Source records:
def interface(carrier, upper, lower, n_upper_cm3, n_lower_cm3, T=300.0):
    """The law's parameters for two library materials (thermionic.py's alignment), E00 of the
    depletion side with its library tunnelling mass, and the sides' numbers for the reference."""
    a, b = load_material(upper), load_material(lower)
    electron = carrier == "electron"
    dos = [(m.conduction_dos_per_m3 if electron else m.valence_dos_per_m3)(T) for m in (a, b)]
    n_a, n_b = n_upper_cm3 * 1e6, n_lower_cm3 * 1e6
    al = te.isotype_band_alignment(
        carrier=carrier, affinity_a_eV=a.electron_affinity_eV, gap_a_eV=a.gap_eV(T), band_dos_a_m3=dos[0],
        doping_a_m3=n_a, relative_permittivity_a=a.relative_permittivity,
        affinity_b_eV=b.electron_affinity_eV, gap_b_eV=b.gap_eV(T), band_dos_b_m3=dos[1],
        doping_b_m3=n_b, relative_permittivity_b=b.relative_permittivity, temperature_K=T)
    acc, dep = (a, b) if bool(al.a_accumulates) else (b, a)
    n1, n2 = (n_a, n_b) if bool(al.a_accumulates) else (n_b, n_a)
    mass = tunnelling_mass_ratio(dep, carrier)
    e00 = float(fe.field_energy_eV(doping_m3=n2, relative_permittivity=dep.relative_permittivity,
                                   mass_ratio=mass))
    rich = min(getattr(m, "electron_richardson_A_m2_K2" if electron else "hole_richardson_A_m2_K2")
               for m in (a, b))
    law = dict(barrier_eV=float(al.barrier_eV), built_in_V=float(al.built_in_V), alpha=float(al.alpha),
               richardson_A_m2_K2=rich, temperature_K=T, include_tail=True)
    sides = dict(n1=n1, n2=n2, er1=acc.relative_permittivity, er2=dep.relative_permittivity, mass=mass,
                 offset=float(al.offset_eV))
    return law, e00, sides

» Activity
Word for word, repeat the data from its first line through the line with "acc, dep = (a, b)", including both of those lines and no others.

» Solution to the problem
def interface(carrier, upper, lower, n_upper_cm3, n_lower_cm3, T=300.0):
    """The law's parameters for two library materials (thermionic.py's alignment), E00 of the
    depletion side with its library tunnelling mass, and the sides' numbers for the reference."""
    a, b = load_material(upper), load_material(lower)
    electron = carrier == "electron"
    dos = [(m.conduction_dos_per_m3 if electron else m.valence_dos_per_m3)(T) for m in (a, b)]
    n_a, n_b = n_upper_cm3 * 1e6, n_lower_cm3 * 1e6
    al = te.isotype_band_alignment(
        carrier=carrier, affinity_a_eV=a.electron_affinity_eV, gap_a_eV=a.gap_eV(T), band_dos_a_m3=dos[0],
        doping_a_m3=n_a, relative_permittivity_a=a.relative_permittivity,
        affinity_b_eV=b.electron_affinity_eV, gap_b_eV=b.gap_eV(T), band_dos_b_m3=dos[1],
        doping_b_m3=n_b, relative_permittivity_b=b.relative_permittivity, temperature_K=T)
    acc, dep = (a, b) if bool(al.a_accumulates) else (b, a)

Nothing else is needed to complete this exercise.